11. A pulse signal generating device as defined in claim 9, means supporting said spring member in a bowed configuration when in said rest condition.

12. A pulse signal generating device for responding to movements of metering elements or the like and transmitting output pulse signals to a monitoring station, said device comprising: sensor means positionable to be engaged and deformed by a metering element and to develop an electrical signal during movement of the metering element through a certain portion of a path of movement thereof, and an amplifier device in close proximity to said sensor means and having input electrode means coupled to said sensor means and output electrode means arranged for coupling through connecting wire means to the monitoring station, said sensor means being arranged to develop a single high amplitude pulse signal of one polarity during each movement of the metering element through said certain portion of its path of movement, and said amplifier device being normally non-conductive and being rendered conductive for-transmission of an output pulse signal to a monitoring station in response to application of each high amplitude pulse signal of said one polarity to said input electrode means thereof, whereby significant energy consumption by said amplifier device takes place only during said high amplitude pulse signal and is minimized.

said sensor means comprising a spring member of resilient sheet material having a terminal end portion for extending into the path of movement of the metering element to effect a bending movement in one direction away from an initial rest condition and a return movement in the opposite direction back to said initial rest condition, and deformation sensing means for developing an electric signal in response to bending movements of said spring member, said spring member being so arranged and positioned in said path of movement of said metering element as to gradually effect said bending movement in said one direction and to relatively rapidly effect said return movement to said initial rest condition after said metering element reaches a certain position, and damping and oscillation inhibiting means for controlling the duration of said return movement to control the duration of the generated pulse signal and for inhibiting oscillatory movement of said spring member following movement of said spring member back to said initial rest condition, to facilitate development of said single high amplitude development of said single high amplitude pulse signal of one polarity during each return movement of said metering element.

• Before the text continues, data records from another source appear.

#include "market/dividend_file.h"

#include <fmt/format.h>

#include <algorithm>
#include <array>
#include <charconv>
#include <cmath>
#include <exception>
#include <utility>

#include "quotes/columns.h"
#include "quotes/rows.h"

namespace duskgrid::market {
namespace {

enum Column { kUnderlying, kExDate, kAmount, kKind };
constexpr std::array<std::string_view, 4> kNames{"underlying", "ex_date", "amount", "kind"};

// A row, or a header, that cannot be taken; the text says why.
struct Unusable {
  std::string why;
};

using Cells = std::vector<std::string_view>;

class Header {
 public:
  explicit Header(const Cells& cells) : width_(cells.size()) {
    places_.fill(-1);
    for (std::size_t i = 0; i < cells.size(); ++i)
      for (std::size_t c = 0; c < kNames.size(); ++c)
        if (quotes::fold_header(cells[i]) == quotes::fold_header(kNames[c])) place(c, i);
    for (const Column needed : {kUnderlying, kExDate, kAmount})
      if (places_[needed] < 0)
        throw Unusable{fmt::format(
            "has no column {}; a dividend file has underlying, ex_date, amount and perhaps kind",
            kNames[needed])};
  }

  std::string_view cell(const Cells& cells, Column c) const {
    if (cells.size() != width_)
      throw Unusable{fmt::format("has {} cells where the header has {}", cells.size(), width_)};
    return places_[c] < 0 ? std::string_view() : cells[static_cast<std::size_t>(places_[c])];
  }

 private:
  void place(std::size_t column, std::size_t at) {
    if (places_[column] >= 0) throw Unusable{fmt::format("has two columns '{}'", kNames[column])};
    places_[column] = static_cast<int>(at);
  }

  std::size_t width_;
  std::array<int, kNames.size()> places_{};
};

double amount_of(std::string_view cell) {
  double value = 0;
  const char* end = cell.data() + cell.size();
  const auto [stop, error] = std::from_chars(cell.data(), end, value);
  if (error != std::errc{} || stop != end)
    throw Unusable{fmt::format("amount is '{}', must be a number", cell)};
  return value;
}

void take(const Header& header, const Cells& cells, const quotes::Clock& clock,
          DividendTable& table) {
  const auto name = header.cell(cells, kUnderlying);
  if (name.empty()) throw Unusable{"has no underlying"};
  const auto date = quotes::parse_date_cell(header.cell(cells, kExDate));
  if (!date)
    throw Unusable{fmt::format("ex_date is '{}', must be a date such as 2031-05-02",
                               header.cell(cells, kExDate))};
  auto kind = std::optional(DividendKind::cash);
  if (const auto text = header.cell(cells, kKind); !text.empty()) kind = parse_dividend_kind(text);
  if (!kind)
    throw Unusable{
        fmt::format("kind is '{}', must be cash or proportional", header.cell(cells, kKind))};
  const double amount = amount_of(header.cell(cells, kAmount));
  if (const auto problem = amount_problem(*kind, amount)) throw Unusable{*problem};
  const DatedDividend read{ex_instant(*date, clock), *kind, amount};
  auto& known = table[std::string(name)];
  // Twice the same, a row sent twice, would move every forward behind it.
  if (std::find(known.begin(), known.end(), read) != known.end())
    throw Unusable{"the same dividend stands twice"};
  known.push_back(read);
}

}  // namespace

std::optional<DividendKind> parse_dividend_kind(std::string_view text) {
  for (const auto kind : {DividendKind::cash, DividendKind::proportional})
    if (quotes::fold_header(text) == word(kind)) return kind;
  return std::nullopt;
}

std::optional<std::string> amount_problem(DividendKind kind, double amount) {
  if (!(amount >= 0 && std::isfinite(amount)))
    return fmt::format("amount is {}, must be >= 0", amount);
  if (kind == DividendKind::proportional && !(amount < 1))
    return fmt::format("amount is {}, a share of the spot must be below 1", amount);
  return std::nullopt;
}

quotes::Instant ex_instant(const quotes::DateCell& date, const quotes::Clock& clock) {
  return quotes::resolve(date, clock, std::chrono::seconds{0});
}

Result<DividendFile> read_dividends(const std::string& path, const quotes::Clock& clock) {
  const auto refuse = [&](std::int64_t line, const std::string& why) {
    return Failure{Fault::not_quotes, path, line > 0 ? fmt::format("line {}: {}", line, why) : why};
  };
  auto source = quotes::TextSource::open(path);
  if (!source) return source.failure();
  std::int64_t line = 0;
  try {
    quotes::RowReader rows(std::move(source.value()));
    quotes::Row row;
    if (!rows.next(row)) throw Unusable{"holds no text"};
    const char delimiter = quotes::find_delimiter({row.text, row.size}, {});
    Cells cells;
    const auto split = [&] {
      if (row.open_quote) throw Unusable{"a quotation mark is never closed"};
      quotes::split_row(row, delimiter, cells);
    };
    split();
    const Header header(cells);
    DividendFile out;
    while (rows.next(row)) {
      line = row.line;
      split();
      take(header, cells, clock, out.table);
      ++out.rows;
    }
    if (auto stopped = rows.failure(path)) return *stopped;
    return out;
  } catch (const Unusable& unusable) {
    return refuse(line, unusable.why);
  } catch (const std::exception& caught) {
    return refuse(line, caught.what());
  }
}

}  // namespace duskgrid::market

13. A pulse signal generating device as defined in claim 12 said damping and oscillation inhibiting means including means providing a surface in close proximity to a surface of said spring member such as to absorb energy in air which is entrapped and pressurized and displaced during said return movement of said spring member back to said initial rest condition.

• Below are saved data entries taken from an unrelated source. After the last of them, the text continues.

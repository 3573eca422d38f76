#include "market/dates.h"

#include <algorithm>
#include <charconv>

namespace duskgrid::market {

std::optional<Tenor> parse_tenor(std::string_view text) {
  if (text.size() < 2 || text.size() > 4) return std::nullopt;
  int count = 0;
  const char* last = text.data() + text.size() - 1;
  const auto [end, error] = std::from_chars(text.data(), last, count);
  if (error != std::errc{} || end != last || count < 1) return std::nullopt;
  switch (*last) {
    case 'd':
    case 'D': return Tenor{count, TenorUnit::day};
    case 'w':
    case 'W': return Tenor{count, TenorUnit::week};
    case 'm':
    case 'M': return Tenor{count, TenorUnit::month};
    case 'y':
    case 'Y': return Tenor{count, TenorUnit::year};
    default: return std::nullopt;
  }
}

quotes::Instant add_tenor(quotes::Instant as_of, const Tenor& tenor, const quotes::Clock& clock) {
  using namespace std::chrono;
  const auto local = as_of + quotes::offset_at(clock, as_of);
  const auto day = floor<days>(local);
  const auto time_of_day = duration_cast<seconds>(local - day);
  year_month_day date{day};
  switch (tenor.unit) {
    case TenorUnit::day: date = day + days{tenor.count}; break;
    case TenorUnit::week: date = day + weeks{tenor.count}; break;
    case TenorUnit::month: date += months{tenor.count}; break;
    case TenorUnit::year: date += years{tenor.count}; break;
  }
  if (!date.ok()) date = date.year() / date.month() / last;
  return quotes::to_instant(clock, date, time_of_day);
}

int business_days(std::chrono::sys_days from, std::chrono::sys_days to,
                  const std::vector<std::chrono::sys_days>& holidays) {
  int count = 0;
  for (auto day = from + std::chrono::days{1}; day <= to; day += std::chrono::days{1}) {
    const std::chrono::weekday weekday{day};
    if (weekday == std::chrono::Saturday || weekday == std::chrono::Sunday) continue;
    if (std::find(holidays.begin(), holidays.end(), day) == holidays.end()) ++count;
  }
  return count;
}

std::chrono::sys_days local_date(quotes::Instant instant, const quotes::Clock& clock) {
  return std::chrono::floor<std::chrono::days>(instant + quotes::offset_at(clock, instant));
}

}  // namespace duskgrid::market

14. A pulse signal generating device as defined in claim 12, said damping and oscillation inhibiting means including stop means limiting return movement of said spring member in said opposite direction beyond said initial rest condition.

15. A pulse generating device as defined in claim 12, further including impedance means in proximity to said amplifier device and coupled between said output electrode means to be coupled through said connecting wire means to the monitoring station and to present a certain impedance at the monitoring station in the normal non-conductive state of said amplifier means.